(Data for the task begins)

def reference_session(lineup, rng_state, convergence, max_periods, shock=0, sigma=0.0, start=None):
    """One session, period by period.

    Parameters
    ----------
    lineup : sim.learning.lineup.Lineup
    rng_state : array_like of uint64, shape (4,)
        The session's generator state.
    convergence : int
        Stop once no learner's greedy action has changed for this many consecutive periods.
    max_periods : int
        Stop after this many periods in any case.
    shock : int
        The demand shock's code (:func:`sim.learning.shocks.shock_code`; 0: none).
    sigma : float
        Its standard deviation.
    start : dict, optional
        A saved session to continue (:func:`sim.learning.twin_start.session_row`; ``rng_state`` is then not used):
        its history, Q-values, statistics, automaton states, record, stream and counters, as the kernel continues
        one (``max_periods`` counts from the saved session's start).

    Returns
    -------
    dict
        ``status`` (0 converged, 1 cap), ``periods``, ``history`` (tuple of the last K profiles, most recent
        first), ``state`` (its index in the kernel's layout), ``z`` (tuple of automaton states), ``Q`` (ndarray
        in the kernel's layout), ``greedy`` (ndarray of shape (n_learners, S_l)), ``rng`` (the generator
        state after the last period, uint64 array of shape (4,)) and ``triggers`` (the record of the automata's
        punishments, int64 array of shape (n, 4), as :func:`sim.learning.kernel.run_session` keeps it), ``counts``
        and ``sums`` (the bandits' statistics, int64 and float64 arrays of shape (n_learners, max(radix))).
    """
    st = _Setup(lineup)
    # the learners' rewards: their own profits, or after a merger of their products the merged firm's profit
    st.profit_table = lineup.learning_stage.payoff.tolist()
    rng = ReferenceStream(rng_state if start is None else start["rng"])
    history = []
    for _lag in range(st.K):
        history.append(tuple(rng.next_below(st.m[i]) for i in range(st.n)))
    Q = {i: st.initial_q(i) for i in range(st.n) if st.learner[i]}
    arms = {i: ([0] * st.m[i], [0.0] * st.m[i]) for i in range(st.n) if st.bandit[i]}
    z = [int(v) for v in lineup.z0]
    record = {i: {"count": 0, "first": -1, "last": -1, "punishing": 0} for i in st.automata}
    t = 0
    stable = 0
    status = 1
    if start is not None:
        # a saved session: everything above replaced by what it had reached (sim.learning.twin_start)
        c = twin_state(st, lineup, start)
        rng, history, Q, arms, z, record, t, stable = (c[x] for x in ("rng", "history", "Q", "arms", "z", "record",
                                                                       "t", "stable"))
        if stable >= convergence:
            # it had converged under this rule: no period is played, as in the kernel
            status, max_periods = 0, t
    while t < max_periods:
        states = {i: tuple(history[: st.k[i]]) for i in Q}
        profile = _choose(st, Q, history, z, t, rng, arms)
        history = [profile, *history[: st.K - 1]]
        # the demand shock, drawn once the seats have chosen (nothing drawn without one)
        theta = twin_shock(shock, sigma, rng)
        changed = _update(st, Q, states, history, profile, rng, arms, theta)
        # automata move after the learners' updates, seats in order
        before, z = z, st.move_automata(z, profile, rng)
        _record_triggers(st, record, before, z, t)
        t += 1
        stable = 0 if changed else stable + 1
        if stable >= convergence:
            status = 0
            break
    q_arr, greedy = _kernel_layout(st, lineup, Q)
    counts, sums = np.zeros(q_arr.shape[::2], dtype=np.int64), np.zeros(q_arr.shape[::2])
    for i, (n_a, s_a) in arms.items():
        counts[int(lineup.seats.lidx[i]), : st.m[i]], sums[int(lineup.seats.lidx[i]), : st.m[i]] = n_a, s_a
    return {"status": status, "periods": t, "history": tuple(history), "state": st.state_index(history, st.K),
            "z": tuple(z), "Q": q_arr, "greedy": greedy, "rng": np.array(rng.s, dtype=np.uint64),
            "triggers": _trigger_array(st, record), "counts": counts, "sums": sums}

(Data for the task ends)

§ **Work task**
Checking the data above line by line, please work out how many lines include "greedy", and reply with the number only.

§ **Exercise result**
4